How to Install and Configure Apache Hadoop on Debian 11

Apache Hadoop is an open-source, Java-based software platform that manages data processing and storage for big data applications. Hadoop works by distributing large data sets and analytics jobs across nodes in a computing cluster, breaking them down into smaller workloads that can be run in parallel. Hadoop can process structured and unstructured data and scale up reliably froma single server to thousands of machines.

Update the system

Update the system packages with the latest version with the following command and reboot the system once updated.

apt-get update -y

Installing Java

Apache Hadoop is an application based on JAVA programming, so we need to install JAVA with the following command.

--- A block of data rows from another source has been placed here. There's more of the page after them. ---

struct Reader {
    errors: Errors,
    full: bool,
}

impl Reader {
    fn error(&mut self, line: usize, column: usize, kind: ErrorKind) {
        if self.errors.0.len() >= MAX_PROBLEMS {
            if !self.full {
                self.full = true;
                self.errors.push(Error::new(
                    "",
                    ErrorKind::Shape {
                        message: format!("more problems after the first {MAX_PROBLEMS} not listed"),
                    },
                ));
            }
            return;
        }
        let field = if column == 0 {
            format!("line {line}")
        } else {
            format!("line {line}, column {column}")
        };
        self.errors.push(Error::new(field, kind));
    }

    fn shape(&mut self, line: usize, column: usize, message: String) {
        self.error(line, column, ErrorKind::Shape { message });
    }

    /// A cap met on `line`: `found` of `what` where `max` are accepted.
    fn over(&mut self, line: usize, found: usize, what: &str, max: usize) {
        let kind = limits::over("", found, what, max).kind;
        self.error(line, 0, kind);
    }
}

/// Turns row times into seconds from the first row.
struct Clock {
    kind: TimeKind,
    origin: Option<f64>,
    wraps: f64,
    last_time_of_day: Option<f64>,
    dated: Option<bool>,
    start: Option<f64>,
}

impl Clock {
    fn seconds(&mut self, text: &str) -> Result<f64, String> {
        let raw = match self.kind {
            TimeKind::Elapsed => {
                let v = parse_f64(trim(text))
                    .ok_or_else(|| format!("'{}' is not a number of seconds", text.trim()))?;
                if !(v.is_finite() && v >= 0.0) {
                    return Err(format!("'{}' is not a time from 0 on", text.trim()));
                }
                v
            }
            TimeKind::Clock => {
                let stamp = clock::parse(text).ok_or_else(|| {
                    format!(
                        "'{}' is not an ISO 8601 time (2026-03-04T08:15:00) or a clock time (08:15:00)",
                        text.trim()
                    )
                })?;
                let (dated, v) = match stamp {
                    Stamp::DateTime(v) => (true, v),
                    Stamp::TimeOfDay(v) => (false, v),
                };
                if *self.dated.get_or_insert(dated) != dated {
                    return Err("mixes date-times and bare clock times; use one style".to_owned());
                }
                if !dated {
                    // A clock time that jumps back by half a day has passed midnight.
                    if self
                        .last_time_of_day
                        .is_some_and(|last| v < last - 43_200.0)
                    {
                        self.wraps += 86_400.0;
                    }
                    self.last_time_of_day = Some(v);
                }
                if self.start.is_none() {
                    self.start = Some(v);
                }
                v + self.wraps
            }
        };
        let origin = *self.origin.get_or_insert(raw);
        let t = raw - origin;
        if !(0.0..=MAX_SPAN_S).contains(&t) {
            return Err(format!(
                "is {t:.0} s from the first row; a record runs forward, at most {MAX_SPAN_S:.0} s"
            ));
        }
        Ok(t)
    }
}

/// A trimmed cell as a number; with a decimal comma, `74,5` is 74.5.
fn number(text: &str, decimal_comma: bool) -> Option<f64> {
    let v = if decimal_comma {
        parse_f64(&decimal(text, true))
    } else {
        parse_f64(text)
    };
    v.filter(|v| v.is_finite())
}

/// `text` with a decimal comma made a point, when the file uses them;
/// borrowed unless a comma must change.
fn decimal(text: &str, decimal_comma: bool) -> Cow<'_, str> {
    if decimal_comma && text.contains(',') {
        Cow::Owned(text.replace(',', "."))
    } else {
        Cow::Borrowed(text)
    }
}

/// Whether a byte is ASCII and not white space: a cell or line that starts
/// and ends with one needs no trimming.
fn plain(b: u8) -> bool {
    b.is_ascii() && !matches!(b, b'\t'..=b'\r' | b' ')
}

/// `text.trim()`, without walking characters when both ends are plain.
fn trim(text: &str) -> &str {
    let bytes = text.as_bytes();
    match (bytes.first(), bytes.last()) {
        (Some(&first), Some(&last)) if !(plain(first) && plain(last)) => text.trim(),
        _ => text,
    }
}

/// Exact powers of ten up to 10^15, for [`parse_f64`].
const POWERS_OF_TEN: [f64; 16] = [
    1e0, 1e1, 1e2, 1e3, 1e4, 1e5, 1e6, 1e7, 1e8, 1e9, 1e10, 1e11, 1e12, 1e13, 1e14, 1e15,
];

/// The decimal digits of `bytes` from `at` on, taken into `mantissa`
/// (wrapping past 20 digits, which [`parse_f64`] then leaves to the
/// standard reader); how many there were. Inlined: it is the import's
/// innermost loop, and the release build optimises for size.
#[inline(always)]
fn digits(bytes: &[u8], at: &mut usize, mantissa: &mut u64) -> usize {
    let start = *at;
    while let Some(digit) = bytes.get(*at).map(|b| b.wrapping_sub(b'0')) {
        if digit >= 10 {
            break;
        }
        *mantissa = mantissa.wrapping_mul(10).wrapping_add(u64::from(digit));
        *at += 1;
    }
    *at - start
}

/// `text.parse::<f64>()`, sooner for a plain decimal (`-74.25`): up to 15
/// digits are exact in an f64, as is every power of ten to 10^15, and one
/// correctly rounded division then gives the nearest f64, which is what
/// the standard reader gives. Anything else goes to the standard reader.
fn parse_f64(text: &str) -> Option<f64> {
    let bytes = text.as_bytes();
    let negative = bytes.first() == Some(&b'-');
    let mut at = usize::from(negative);
    let mut mantissa = 0u64;
    let whole = digits(bytes, &mut at, &mut mantissa);
    let decimals = if bytes.get(at) == Some(&b'.') {
        at += 1;
        digits(bytes, &mut at, &mut mantissa)
    } else {
        0
    };
    match POWERS_OF_TEN.get(decimals) {
        Some(scale) if at == bytes.len() && (1..=15).contains(&(whole + decimals)) => {
            // Exact: the mantissa is below 10^15 < 2^53.
            #[allow(clippy::cast_precision_loss)]
            let m = mantissa as f64;
            let v = if decimals == 0 { m } else { m / scale };
            Some(if negative { -v } else { v })
        }
        _ => text.parse().ok(),
    }
}

/// The cells of a line without quotes, cut at an ASCII separator, so every
/// cut falls between characters.
struct Cells<'a> {
    line: &'a str,
    start: usize,
    sep: u8,
}

impl<'a> Iterator for Cells<'a> {
    type Item = &'a str;

    fn next(&mut self) -> Option<&'a str> {
        let bytes = self.line.as_bytes();
        let start = self.start;
        if start > bytes.len() {
            return None;
        }
        let mut end = start;
        while bytes.get(end).is_some_and(|b| *b != self.sep) {
            end += 1;
        }
        self.start = end + 1;
        self.line.get(start..end)
    }
}

/// How many cells a line has, or `None` when it has quotes (and goes
/// through [`split`]).
fn count_cells(line: &str, sep: u8) -> Option<usize> {
    let mut cells = 1;
    for &b in line.as_bytes() {
        if b == sep {
            cells += 1;
        } else if b == b'"' {
            return None;
        }
    }
    Some(cells)
}

/// The lines of a file that hold something, numbered from 1 as
/// `str::lines` numbers them: blank lines and `#` comments left out, line
/// ends (`\n`, `\r\n`, any `\r`s before them) removed.
struct ContentLines<'a> {
    rest: &'a str,
    number: usize,
}

impl<'a> Iterator for ContentLines<'a> {
    type Item = (usize, &'a str);

    fn next(&mut self) -> Option<(usize, &'a str)> {
        while !self.rest.is_empty() {
            let (line, rest) = match self.rest.as_bytes().iter().position(|&b| b == b'\n') {
                Some(end) => (
                    self.rest.get(..end).unwrap_or_default(),
                    self.rest.get(end + 1..).unwrap_or_default(),
                ),
                None => (self.rest, ""),
            };
            self.rest = rest;
            self.number += 1;
            let mut line = line;
            while line.as_bytes().last() == Some(&b'\r') {
                line = line.get(..line.len() - 1).unwrap_or_default();
            }
            let holds_something = match line.as_bytes().first() {
                Some(&b) if plain(b) => b != b'#',
                _ => {
                    let l = line.trim_start();
                    !l.is_empty() && !l.starts_with('#')
                }
            };
            if holds_something {
                return Some((self.number, line));
            }
        }
        None
    }
}

/// A wide file's column: its channel, unit, accepted range in mmHg and
/// samples so far.
struct Column {
    name: String,
    unit: PressureUnit,
    range: (f64, f64),
    /// The range in the column's own unit, narrowed by a billionth: a
    /// value strictly inside is in range whatever the conversion rounds,
    /// so only values at the edges are converted to be sure.
    inside: (f64, f64),
    t_s: Vec<f64>,
    values: Vec<f64>,
}

/// A long file's channel as read so far: its name, its unit (from its
/// first sample) and its samples with the line each came from, in the
/// order of the file.
type Samples = (String, PressureUnit, Vec<(f64, f64, usize)>);

/// A channel name met in a long file: its accepted range in mmHg or why
/// it is none, and its place among the channels once a sample is kept.
type Known = (String, Result<(f64, f64), String>, Option<usize>);

/// How the rows of one layout are read into their channels.
enum Layout {
    /// One column per channel; rows run forward.
    Wide {
        /// `None` for a column that names no channel or repeats one.
        columns: Vec<Option<Column>>,
        /// Samples closer than a nanosecond to the one before in their
        /// column (column, line): said after the rows, column by column,
        /// as the long layout says them.
        near: Vec<(usize, usize)>,
        last_row_time: f64,
    },
    /// One reading per row, any channel, any order.
    Long {
        known: Vec<Known>,
        channels: Vec<Samples>,
    },
}

/// The reading of a file's rows: the problems so far, the separator, the
/// time column's reader, the number of cells a row has, and the layout.
struct Rows<'a> {
    r: Reader,
    decimal_comma: bool,
    clock: Clock,
    width: usize,
    scene: &'a Scene,
    layout: Layout,
    samples: usize,
}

apt-get install default-jdk default-jre -y

Verify the JAVA version once the installation is done.

java -version

Output:

root@server:~# java --version
openjdk 11.0.12 2021-07-20
OpenJDK Runtime Environment (build 11.0.12+7-post-Debian-2)
OpenJDK 64-Bit Server VM (build 11.0.12+7-post-Debian-2, mixed mode, sharing)

Creating hadoop user

Create Hadoop User and Setup Passwordless SSH for Hadoop user run the follwing command to create Hadoop user.

adduser hadoop

Output:

root@server:~# adduser hadoop
Adding user `hadoop' ...
Adding new group `hadoop' (1001) ...
Adding new user `hadoop' (1001) with group `hadoop' ...
Creating home directory `/home/hadoop' ...
Copying files from `/etc/skel' ...

Switch to Hadoop user once the user has been created.

su - hadoop

Run the following command to generate the SSH key.

ssh-keygen -t rsa

Output:

hadoop@server:~$ ssh-keygen -t rsa
Generating public/private rsa key pair.
Enter file in which to save the key (/home/hadoop/.ssh/id_rsa): /home/hadoop/.ssh/id_rsa
Created directory '/home/hadoop/.ssh'.
Enter passphrase (empty for no passphrase): 
Enter same passphrase again: 
Your identification has been saved in /home/hadoop/.ssh/id_rsa
Your public key has been saved in /home/hadoop/.ssh/id_rsa.pub
The key fingerprint is:
SHA256:2/sLwfVmXrgJmGHiijhZnu6mR6p3P3lLSGgq9RtksU8 hadoop@server
The key's randomart image is:
+---[RSA 3072]----+
|                 |
|                 |
|    .   . o .    |
|     + . + = . . |
|  . B E S = . = .|
| . @.* o o . = + |
|. =o* +.o o   +  |
| .oo+oo..  o     |
|.o.*+..o....o.   |
+----[SHA256]-----+

You have to add the public key of your computer to the authorized_keys file of the computer also give permission to the authorized_keys file.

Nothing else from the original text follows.